→ **What the exercise asks**
Find every line in the data that contains the word "isFinite". Return each of those lines.

- - - - -

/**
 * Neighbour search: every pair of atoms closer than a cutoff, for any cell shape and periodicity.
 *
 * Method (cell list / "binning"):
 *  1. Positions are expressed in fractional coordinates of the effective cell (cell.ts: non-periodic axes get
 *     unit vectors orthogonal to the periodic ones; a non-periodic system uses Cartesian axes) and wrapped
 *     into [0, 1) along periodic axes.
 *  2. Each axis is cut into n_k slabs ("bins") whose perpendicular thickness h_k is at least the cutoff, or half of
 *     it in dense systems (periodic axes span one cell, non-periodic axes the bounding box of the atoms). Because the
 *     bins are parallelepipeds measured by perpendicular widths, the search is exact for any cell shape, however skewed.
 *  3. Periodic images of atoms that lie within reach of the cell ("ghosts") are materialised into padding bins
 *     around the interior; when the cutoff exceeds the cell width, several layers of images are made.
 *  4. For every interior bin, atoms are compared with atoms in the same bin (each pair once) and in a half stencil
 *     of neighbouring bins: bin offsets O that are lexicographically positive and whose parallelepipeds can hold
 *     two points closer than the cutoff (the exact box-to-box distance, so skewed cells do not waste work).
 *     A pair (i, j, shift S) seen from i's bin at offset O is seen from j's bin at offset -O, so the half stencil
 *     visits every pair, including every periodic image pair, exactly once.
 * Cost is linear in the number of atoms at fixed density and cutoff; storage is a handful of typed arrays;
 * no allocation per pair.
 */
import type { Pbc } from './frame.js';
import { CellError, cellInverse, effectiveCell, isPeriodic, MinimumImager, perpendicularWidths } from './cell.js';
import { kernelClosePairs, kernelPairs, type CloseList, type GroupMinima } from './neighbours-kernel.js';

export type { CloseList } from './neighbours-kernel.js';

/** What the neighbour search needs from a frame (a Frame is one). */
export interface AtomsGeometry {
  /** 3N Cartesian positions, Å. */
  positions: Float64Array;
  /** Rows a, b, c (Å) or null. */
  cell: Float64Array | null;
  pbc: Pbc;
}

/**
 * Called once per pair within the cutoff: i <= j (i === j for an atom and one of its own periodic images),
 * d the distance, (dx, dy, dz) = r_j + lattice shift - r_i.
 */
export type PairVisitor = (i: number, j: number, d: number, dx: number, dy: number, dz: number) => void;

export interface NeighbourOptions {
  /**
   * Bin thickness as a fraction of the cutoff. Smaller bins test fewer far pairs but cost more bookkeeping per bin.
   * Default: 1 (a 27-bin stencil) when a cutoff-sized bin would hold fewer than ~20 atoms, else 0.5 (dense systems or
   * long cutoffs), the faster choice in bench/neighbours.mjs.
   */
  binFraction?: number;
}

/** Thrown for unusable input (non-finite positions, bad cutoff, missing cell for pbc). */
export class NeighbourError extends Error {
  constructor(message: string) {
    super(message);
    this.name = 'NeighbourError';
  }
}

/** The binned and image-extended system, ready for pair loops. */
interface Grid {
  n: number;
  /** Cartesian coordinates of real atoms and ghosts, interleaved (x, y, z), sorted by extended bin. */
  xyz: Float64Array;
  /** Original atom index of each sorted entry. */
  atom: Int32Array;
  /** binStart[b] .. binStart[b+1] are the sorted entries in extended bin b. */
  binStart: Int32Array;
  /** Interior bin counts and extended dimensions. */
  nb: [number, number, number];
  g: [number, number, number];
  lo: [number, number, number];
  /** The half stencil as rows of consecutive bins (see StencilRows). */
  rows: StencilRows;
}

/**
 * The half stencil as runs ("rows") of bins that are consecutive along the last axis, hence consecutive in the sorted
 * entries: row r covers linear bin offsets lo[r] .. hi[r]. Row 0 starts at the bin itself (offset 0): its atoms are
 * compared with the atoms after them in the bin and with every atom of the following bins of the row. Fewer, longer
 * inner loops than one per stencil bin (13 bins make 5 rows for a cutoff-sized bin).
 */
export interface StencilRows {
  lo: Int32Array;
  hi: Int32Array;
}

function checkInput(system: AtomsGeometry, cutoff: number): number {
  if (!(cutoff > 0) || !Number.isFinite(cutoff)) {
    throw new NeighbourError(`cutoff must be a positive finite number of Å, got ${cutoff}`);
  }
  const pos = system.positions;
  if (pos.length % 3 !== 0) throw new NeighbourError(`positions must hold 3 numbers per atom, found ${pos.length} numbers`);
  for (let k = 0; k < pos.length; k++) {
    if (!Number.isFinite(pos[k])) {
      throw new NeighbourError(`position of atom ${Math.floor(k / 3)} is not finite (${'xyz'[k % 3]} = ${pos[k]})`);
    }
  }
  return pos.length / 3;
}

- - - - -

→ **Written solution**
  if (!(cutoff > 0) || !Number.isFinite(cutoff)) {
    if (!Number.isFinite(pos[k])) {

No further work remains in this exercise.